FIG. 4.. Commensal bacteria from multiple mucosal sites are citrullinated in vivo.
(A) Single cell bacteria were analyzed by flow cytometry for citrullination and viability determined by SYTOX BC green, propidium iodine, and anti-peptidyl-citrulline antibody staining. (B) Frequency of live citrullinated bacteria sampled from the mouth (_n_=18), stool (_n_=18), and vagina (_n_=11). (C) Relative abundance of the 13 most abundant families in citrullinated (_n_=10, left) and unbound (_n_=10, right) oral sorted fractions. (D) Analysis of composition of microbiomes (ANCOM) of families in citrullinated and unbound sorted oral fractions. (E) Percent of live citrullinated S. parasanguinis after culture with neutrophils (_n=_7) with or without CaCl2. (F) ISG15 expression by flow cytometry of blood monocytes stimulated with citrullinated S. parasanguinis and ACPA mAbs, citrullinated S. parasanguinis and hIgG1 isotype mAb, or PBS (n=10). To produce citrullinated S. parasanguinis, S. parasanguinis was incubated in neutrophil conditioned media with calcium and DTT. Results represent means ± SD. Statistical analysis for (D) was performed using ANCOM. One-way ANOVA followed by Dunnett’s multiple comparisons test and paired t-test was used for statistical analysis for (B) and (E) respectively. Repeated measures one-way ANOVA followed by Tukey’s multiple comparisons test was performed for (F). *P<0.05, **P<0.01, P***<0.001.

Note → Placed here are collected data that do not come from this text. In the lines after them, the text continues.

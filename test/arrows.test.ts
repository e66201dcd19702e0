/** Imports run one way. This reads every import of src and fails on an arrow that is not listed, and on any cycle. */
import { readFileSync, readdirSync } from 'node:fs'
import { dirname, join, relative } from 'node:path'
import { expect, test } from 'vitest'

const base = ['base', 'base/geometry', 'base/sparse']
const planRooms = ['plan', 'plan/regular', 'plan/project']
const cures = ['adjust', 'move', 'rim', 'joints', 'folds', 'clash', 'balance'].map((room) => `roof/cures/${room}`)
const roofRooms = ['roof/conditions', 'roof/stress', 'roof/raise', ...cures, 'roof/panels', 'roof/answer']
const paper = ['paper/drawing', 'paper/report']

/** room: the rooms it may import besides itself. */
const allowed: Record<string, readonly string[]> = {
  base: [],
  'base/geometry': ['base'],
  'base/sparse': ['base'],
  plan: ['base', 'base/geometry'],
  'plan/lines': ['base', 'base/geometry', 'plan'],
  'plan/regular': ['base', 'base/geometry', 'plan'],
  'plan/reading': ['base', 'base/geometry', 'plan', 'plan/lines', 'plan/regular'],
  'plan/project': ['base', 'plan'],
  'roof/conditions': ['base', 'base/geometry', 'plan', 'plan/project'],
  'roof/stress': [...base, 'plan', 'roof/conditions'],
  'roof/raise': [...base, ...planRooms, 'roof/conditions', 'roof/stress'],
  'roof/cures/adjust': [...base, 'plan', 'plan/regular', 'roof/conditions'],
  'roof/cures/move': [...base, 'plan', 'plan/project', 'roof/conditions', 'roof/stress', 'roof/raise', 'roof/cures/adjust'],
  'roof/cures/rim': [...base, 'plan', 'roof/conditions', 'roof/stress', 'roof/raise'],
  'roof/cures/joints': [...base, 'plan', 'plan/project', 'roof/conditions', 'roof/stress'],
  'roof/cures/folds': [...base, 'plan', 'roof/conditions', 'roof/stress', 'roof/raise'],
  'roof/cures/clash': ['base', 'plan', 'roof/conditions', 'roof/stress', 'roof/raise'],
  'roof/cures/balance': [...base, 'plan'],
  'roof/panels': ['base', 'base/geometry', 'plan', 'roof/stress', 'roof/raise', 'roof/answer'],
  'roof/answer': ['base', 'plan', 'plan/project'],
  formats: ['base', 'base/geometry', 'plan', 'plan/project'],
  'paper/drawing': ['base', 'base/geometry', 'plan', 'plan/project', 'roof/answer'],
  'paper/report': ['base', 'plan', 'roof/answer', 'paper/drawing'],
  job: [...base, ...planRooms, 'plan/reading', ...roofRooms, 'formats', ...paper],
  'job/worker': ['base', 'plan/project', 'roof/answer', 'job'],
  'page/view': ['base', 'base/geometry', ...planRooms, 'roof/answer', 'paper/drawing'],
  'page/store': ['base', ...planRooms, 'roof/answer', 'formats', ...paper, 'job', 'job/worker'],
  'page/app': ['base', ...planRooms, 'roof/answer', 'formats', ...paper, 'job', 'job/worker', 'page/store', 'page/view'],
  cli: ['base', 'plan/project', 'roof/answer', 'formats', 'paper/report', 'job', 'job/worker'],
}

/** Packages, and the rooms that may use each. */
const packages: Record<string, (room: string) => boolean> = {
  'robust-predicates': (room) => room === 'base/geometry',
  'ml-matrix': (room) => room === 'roof/stress',
  saxes: (room) => room === 'formats',
  three: (room) => room.startsWith('page/'),
  '@react-three/fiber': (room) => room === 'page/app' || room === 'page/view',
  react: (room) => room === 'page/app',
  'react-dom': (room) => room === 'page/app',
  earcut: (room) => room === 'page/view',
  highs: (room) => room === 'roof/cures/folds',
}

const root = join(import.meta.dirname, '..')
const source = join(root, 'src')

function files(folder: string): string[] {
  return readdirSync(folder, { withFileTypes: true, recursive: true })
    .filter((entry) => entry.isFile() && /\.tsx?$/.test(entry.name) && !entry.name.endsWith('.d.ts'))
    .map((entry) => join(entry.parentPath, entry.name))
}

const roomOf = (file: string): string => relative(source, dirname(file)).replaceAll('\\', '/')

/** Module names of all static, dynamic and type imports and re-exports of a file. */
function imports(file: string): string[] {
  const text = readFileSync(file, 'utf8').replace(/\/\*[\s\S]*?\*\//g, '')
  const found: string[] = []
  for (const match of text.matchAll(/(?:^|\n)\s*(?:import|export)\b[^'"\n;]*(?:\n[^'"\n]*){0,12}?\bfrom\s*['"]([^'"]+)['"]/g)) found.push(match[1]!)
  for (const match of text.matchAll(/(?:^|\n)\s*import\s*['"]([^'"]+)['"]/g)) found.push(match[1]!)
  for (const match of text.matchAll(/\bimport\(\s*['"]([^'"]+)['"]/g)) found.push(match[1]!)
  for (const match of text.matchAll(/new URL\(\s*['"](\.[^'"]+)['"]/g)) found.push(match[1]!)
  return found
}

const all = files(source)

test('every arrow between rooms is a listed one', () => {
  expect(all.length).toBeGreaterThan(10)
  const wrong: string[] = []
  for (const file of all) {
    const room = roomOf(file)
    const name = relative(root, file)
    if (allowed[room] === undefined) wrong.push(`${name}: no room called ${room}`)
    for (const target of imports(file)) {
      if (target.startsWith('.')) {
        const path = join(dirname(file), target.replace(/\?.*$/, ''))
        if (!path.startsWith(source)) {
          if (!(room === 'page/store' && path.startsWith(join(root, 'samples')))) wrong.push(`${name} leaves src: ${target}`)
          continue
        }
        const to = roomOf(path)
        if (to !== room && !(allowed[room] ?? []).includes(to)) wrong.push(`${name} (${room}) imports ${to}`)
      } else if (target.startsWith('node:')) {
        if (!(room === 'cli' || (room === 'job/worker' && /node/.test(file)))) wrong.push(`${name} imports ${target}`)
      } else {
        const package_ = target.startsWith('@') ? target.split('/').slice(0, 2).join('/') : target.split('/')[0]!
        const may = packages[package_]
        if (package_.startsWith('@fontsource')) continue
        if (may === undefined || !may(room)) wrong.push(`${name} (${room}) imports the package ${package_}`)
      }
    }
  }
  expect(wrong).toEqual([])
})

test('no file imports itself round a cycle', () => {
  const arrows = new Map(
    all.map((file) => [file, imports(file).filter((to) => to.startsWith('.')).map((to) => join(dirname(file), to.replace(/\?.*$/, '')))]),
  )
  const state = new Map<string, 'open' | 'done'>()
  const cycles: string[] = []
  const visit = (file: string, trail: string[]): void => {
    if (state.get(file) === 'done') return
    if (state.get(file) === 'open') {
      cycles.push([...trail.slice(trail.indexOf(file)), file].map((at) => relative(source, at)).join(' > '))
      return
    }
    state.set(file, 'open')
    for (const to of arrows.get(file) ?? []) visit(to, [...trail, file])
    state.set(file, 'done')
  }
  for (const file of all) visit(file, [])
  expect(cycles).toEqual([])
})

FIG. 5.. Identification of citrullinated bacterial epitopes targeted by ACPA.
(A) Mass spectrometry spectra and retention times of citrullinated and native S. parasanguinis amylase peptide from saliva. (B) Reactivity of RA mAbs to citrullinated and native bacterial peptides determined by ELISA. (C) Binding kinetics of RA35 and GLRA35 to citrullinated DnaK (87–106) and citrullinated fibrinogen (556–575). (D) KD values derived from Bio-Layer Interferometry of germline (GL) and ACPA mAbs to citrullinated bacterial and human peptides. (E) Lineage tree analysis of ACPA clonal family as predicted by IgTree. KD values derived from Bio-Layer Interferometry of corresponding mAbs to citrullinated bacterial and human peptides. (F-G) IgG reactivity of (F, left) plasma from RA patients (_n_=46) and healthy patients (_n_=89), (F, right) synovial fluid from RA patients (_n_=31) and OA patients (_n_=34) (right), and (G) plasma from individuals with no or mild periodontal disease (HT, _n_=20), moderate to severe periodontal disease patients (PD, _n_=60), and RA patients with moderate to severe periodontal disease (RA PD, _n_=13) against citrullinated and native AbpA (124–144) by ELISA. Mean ± SD. *P<0.05, **P<0.01, P***<0.001, ****P<0.0001. For (F), 2-way ANOVA followed by Dunnett’s multiple comparisons test was performed. For (G), Kruskal-Wallis test followed by Dunnett’s multiple comparisons test was performed.